As previously hypothesized, LAMTOR2 intervenes in the activation of the extracellular signaling-regulated kinase and the mTOR complex 1, influencing signaling and synaptic plasticity. Consequently, it may be related with neurological diseases, anxiety, and bipolar disorder [15]. LAMTOR2 duplication and the subsequent mTOR pathway dysregulation may thus contribute to the complex neuropsychiatric disorder observed in our patient.

Our patient had never suffered from seizures, in contrast to a patient carrying a microduplication encompassing ADAR, considered as a candidate gene for epilepsy [13].

White matter anomalies may be dependent on the involvement of ADAR itself [27], which is partially embodied. Mutation analysis of ADAR has been performed in order to exclude a second imbalance potentially causing recessive Aicardi–Goutieres Syndrome 6, which resulted negative. Abnormal development of the white matter has been also related to LMNA [28,29]. In particular, a patient with 1q22q23.1 microduplication encompassing this gene presented global developmental delay, severe muscular hypotonia, and craniosynostosis associated with brain findings, including thin and hypoplastic corpus callosum and white matter anomalies [14]. Furthermore, we cannot exclude the contribution of the mild perinatal suffering reported in our patient’s history to the leukopathy.

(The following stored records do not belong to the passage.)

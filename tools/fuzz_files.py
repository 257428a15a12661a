"""Feeds many mutated project files through loading, analysis and the summary, and prints the counts.

    nice python tools/fuzz_files.py --count 100000 [--seed 1] [--keep /tmp/fuzz_failures]

Run by hand (CI runs a bounded subset in tests/test_fuzz.py). It prints how many files were
analysed, could not stand (AnalysisError), were refused (ModelError), how many refusals named no
field and no file problem, how many analyses held a non-finite float, and how many raised anything
else; ``--keep`` writes every file of the last three kinds there, for the corpus in
tests/fixtures/fuzz_corpus/.
"""

from __future__ import annotations

import argparse
import random
import sys
import time
from collections import Counter
from pathlib import Path

sys.path.insert(0, str(Path(__file__).resolve().parent.parent))

from tests.fuzzing import mutated_bytes, outcome, seeds


def main() -> int:
    parser = argparse.ArgumentParser(description=__doc__.splitlines()[0])
    parser.add_argument("--count", type=int, default=10_000)
    parser.add_argument("--seed", type=int, default=1)
    parser.add_argument("--keep", type=Path, help="folder for the files that failed")
    parser.add_argument("--every", type=int, default=10_000, help="print progress every N files")
    args = parser.parse_args()
    rng = random.Random(args.seed)
    base = seeds()
    kinds: Counter[str] = Counter()
    unnamed = non_finite = 0
    examples: dict[str, str] = {}
    start = time.perf_counter()
    for n in range(1, args.count + 1):
        data = mutated_bytes(rng, base)
        result = outcome(data)
        kinds[result.kind] += 1
        failure = None
        if result.kind == "unhandled":
            failure = "unhandled"
        elif not result.named:
            unnamed += 1
            failure = "unnamed"
        elif result.non_finite:
            non_finite += 1
            failure = "non-finite"
        if failure:
            examples.setdefault(failure, f"{result.message.strip()[-300:]} {', '.join(result.non_finite[:3])}")
            if args.keep:
                args.keep.mkdir(parents=True, exist_ok=True)
                (args.keep / f"{failure}-{n:07d}.poise").write_bytes(data)
        if n % args.every == 0:
            rate = n / (time.perf_counter() - start)
            print(f"{n:>8} files, {rate:6.0f}/s: {dict(kinds)}", flush=True)
    elapsed = time.perf_counter() - start
    print(f"files                         {args.count}")
    for kind in ("analysed", "cannot stand", "refused", "unhandled"):
        print(f"{kind:<30}{kinds[kind]}")
    print(f"refusals without a field      {unnamed}")
    print(f"analyses with non-finite      {non_finite}")
    print(f"time                          {elapsed:.0f} s ({args.count / elapsed:.0f} files/s)")
    for failure, example in examples.items():
        print(f"first {failure}: {example}")
    return 1 if kinds["unhandled"] or unnamed or non_finite else 0


if __name__ == "__main__":
    sys.exit(main())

MSTO1 might contribute to the mild ataxic traits described in our patient [30], while the involvement in the duplicated region of genes implied in urinary tract development (i.e., MUC1, GLMP) could explain her horseshoe kidneys [31,32,33].

5. Conclusions

In order to achieve a comprehensive diagnosis, the approach to complex neuropsychiatric pictures cannot overlook an integration between first-tier diagnostic tests, namely Array-CGH, and more advanced techniques (i.e., next generation sequencing), especially if ID and malformations are associated with neurological and psychiatric features. Indeed, although Array-CGH could be considered obsolete, it provides a large amount of information otherwise not detectable by other more advanced analyses. Therefore, the interpretation of Array-CGH results may be reconsidered over the years in the light of a more profound knowledge of the function of genes encompassed in chromosomal imbalances.